__Activity__. Among the lines below, which ones contain the word "page"? Copy every such line.

__Data shown__.
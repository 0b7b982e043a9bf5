const { getDefaultConfig } = require('expo/metro-config');
const http = require('node:http');
const config = getDefaultConfig(__dirname);
// Metro must not crawl or bundle server code and data.
const here = __dirname.replace(/[.*+?^${}()|[\]\\]/g, '\\$&'); // anchored: packages have folders called server too
config.resolver.blockList = [
  new RegExp(`^${here}/(server|workers|migrations|tests|data|dist[^/]*)/.*`),
].concat(config.resolver.blockList ?? []);
// A module runs when it is first used, so that a page does not wait for what other screens are made of.
config.transformer.getTransformOptions = async () => ({
  transform: { experimentalImportSupport: false, inlineRequires: true },
});
// In dev the page comes from Metro; /api and /auth go on to Express (API_PORT).
const target = { host: '127.0.0.1', port: Number(process.env.API_PORT ?? 3000) };
config.server.enhanceMiddleware = (metro) => (req, res, next) => {
  if (!/^\/(api|auth)(\/|\?|$)/.test(req.url ?? '')) return metro(req, res, next);
  const up = http.request(
    {
      ...target,
      path: req.url,
      method: req.method,
      headers: { ...req.headers, 'x-forwarded-host': req.headers.host ?? '', 'x-forwarded-proto': 'http' },
    },
    (r) => {
      res.writeHead(r.statusCode ?? 502, r.headers);
      r.pipe(res);
    },
  );
  up.on('error', (e) => {
    if (!res.headersSent) res.writeHead(502, { 'content-type': 'application/problem+json' });
    res.end(
      JSON.stringify({
        type: 'about:blank',
        title: 'The API is not running',
        status: 502,
        detail: String(e),
      }),
    );
  });
  res.on('close', () => up.destroy());
  req.pipe(up);
};
module.exports = config;
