const tseslint = require('typescript-eslint');
const imports = require('eslint-plugin-import');
const hooks = require('eslint-plugin-react-hooks');

/** Who may import whom (a folder or a file); what is not listed is refused. Tests may import anything. */
const layers = {
  shared: [],
  hooks: ['shared'],
  components: ['hooks', 'shared', 'fonts', 'assets'],
  app: ['components', 'hooks', 'shared', 'fonts', 'assets'],
  'server/store': ['shared', 'server/config.ts'],
  'server/files': ['shared', 'server/config.ts'],
  'server/mail': ['shared', 'server/config.ts'],
  'server/services': ['server/store', 'server/files', 'server/mail', 'server/config.ts', 'shared'],
  'server/auth': ['server/services', 'server/config.ts', 'shared'],
  'server/routes': ['server/services', 'server/auth', 'server/config.ts', 'shared'],
  workers: ['server/services', 'server/config.ts', 'shared'],
  migrations: [],
};
const folders = [
  'app',
  'components',
  'hooks',
  'shared',
  'server',
  'workers',
  'migrations',
  'scripts',
  'tests',
  'fonts',
  'assets',
];
const zones = Object.entries(layers).flatMap(([layer, allowed]) =>
  folders.flatMap((folder) => {
    const inside = [layer, ...allowed].filter((a) => a === folder || a.startsWith(`${folder}/`));
    if (inside.includes(folder)) return [];
    const except = inside.map((a) => `./${a.slice(folder.length + 1)}`); // relative to "from"
    return [
      {
        target: `./${layer}`,
        from: `./${folder}`,
        except,
        message: `${layer} may import only: ${allowed.join(', ') || 'itself'}.`,
      },
    ];
  }),
);
const pure = {
  patterns: [
    'node:*',
    'react',
    'react-dom',
    'react-native',
    'react-native-*',
    'expo*',
    'express',
    'knex',
    'pg',
    'swr',
  ],
};

module.exports = [
  { ignores: ['node_modules', 'dist*', '.expo', '.cache', 'expo-env.d.ts'] },
  ...tseslint.configs.recommended.map((c) => ({ ...c, files: ['**/*.{ts,tsx}'] })),
  {
    files: ['**/*.{ts,tsx}'],
    plugins: { import: imports },
    settings: { 'import/resolver': { typescript: { project: 'tsconfig.json' } } },
    rules: {
      'import/no-restricted-paths': ['error', { zones }],
      '@typescript-eslint/no-require-imports': 'off',
      '@typescript-eslint/no-unused-vars': ['error', { argsIgnorePattern: '^_' }],
    },
  },
  {
    files: ['{app,components,hooks}/**/*.{ts,tsx}'],
    plugins: { 'react-hooks': hooks },
    rules: { 'react-hooks/rules-of-hooks': 'error', 'react-hooks/exhaustive-deps': 'error' },
  },
  {
    files: ['shared/**/*.ts'],
    ignores: ['**/*.test.ts'],
    rules: {
      'no-restricted-globals': [
        'error',
        'window',
        'document',
        'process',
        'Buffer',
        'fetch',
        'require',
        'localStorage',
      ],
      'no-restricted-imports': ['error', pure],
    },
  },
  {
    files: ['**/*.{ts,tsx}'],
    ignores: ['**/*.test.{ts,tsx}'],
    rules: { 'max-lines': ['error', { max: 300, skipBlankLines: true }] },
  },
  {
    files: ['server/**/*.ts', 'workers/**/*.ts'],
    ignores: ['server/config.ts', '**/*.test.ts'],
    rules: {
      'no-restricted-properties': [
        'error',
        { object: 'process', property: 'env', message: 'Only server/config.ts reads the environment.' },
      ],
    },
  },
  { files: ['**/*.test.{ts,tsx}'], rules: { 'import/no-restricted-paths': 'off' } },
  { files: ['**/*.{js,mjs}'], rules: { 'no-unused-vars': ['error', { argsIgnorePattern: '^_' }] } },
];
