// The store's client would print on every run that it will want a newer Node some day.
process.env.AWS_SDK_JS_NODE_VERSION_SUPPORT_WARNING_DISABLED ??= 'true';

// Four projects: node (server, workers, shared, scripts), e2e (browser), ui (native render), web (DOM render).
const moduleNameMapper = { '^@/(.*)$': '<rootDir>/$1' };
const cacheDirectory = '<rootDir>/.cache/jest'; // not the system's temporary folder, which a test run empties
const esm = ['@tus', 'srvx', 'ml-levenberg-marquardt', 'is-any-array']; // ESM-only, so babel makes them CommonJS
const roots = (...folders) => folders.map((folder) => `<rootDir>/${folder}`); // jest then need not crawl packages
const node = {
  testEnvironment: 'node',
  moduleNameMapper,
  cacheDirectory,
  transform: { '\\.[cm]?[jt]sx?$': ['babel-jest', { configFile: false, presets: ['babel-preset-expo'] }] },
  transformIgnorePatterns: [`/node_modules/(?!(${esm.join('|')})/)`],
  setupFiles: ['<rootDir>/tests/fastCheck.ts'],
  globalSetup: '<rootDir>/tests/setup.ts',
  globalTeardown: '<rootDir>/tests/teardown.ts',
};
module.exports = {
  testTimeout: 60000, // met by no test on a quiet machine; others may be at work on this one
  maxWorkers: 2,
  projects: [
    {
      ...node,
      displayName: 'node',
      roots: roots('server', 'workers', 'shared', 'scripts', 'tests'),
      testMatch: ['<rootDir>/{server,workers,shared,scripts,tests/api}/**/*.test.ts'],
    },
    {
      ...node,
      displayName: 'e2e',
      roots: roots('tests'),
      testMatch: ['<rootDir>/tests/e2e/**/*.test.ts'],
    },
    {
      preset: 'jest-expo/ios',
      displayName: 'ui',
      setupFilesAfterEnv: ['<rootDir>/tests/fastCheck.ts'],
      cacheDirectory,
      moduleNameMapper,
      roots: roots('components', 'hooks'),
      testMatch: ['<rootDir>/{components,hooks}/**/*.test.{ts,tsx}'],
      testPathIgnorePatterns: ['/node_modules/', '\\.web\\.test\\.tsx$'],
    },
    {
      preset: 'jest-expo/web',
      displayName: 'web',
      setupFilesAfterEnv: ['<rootDir>/tests/fastCheck.ts'],
      cacheDirectory,
      moduleNameMapper,
      roots: roots('components', 'hooks'),
      testMatch: ['<rootDir>/{components,hooks}/**/*.web.test.tsx'],
    },
  ],
};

__Output of the task__.
// A module runs when it is first used, so that a page does not wait for what other screens are made of.
// In dev the page comes from Metro; /api and /auth go on to Express (API_PORT).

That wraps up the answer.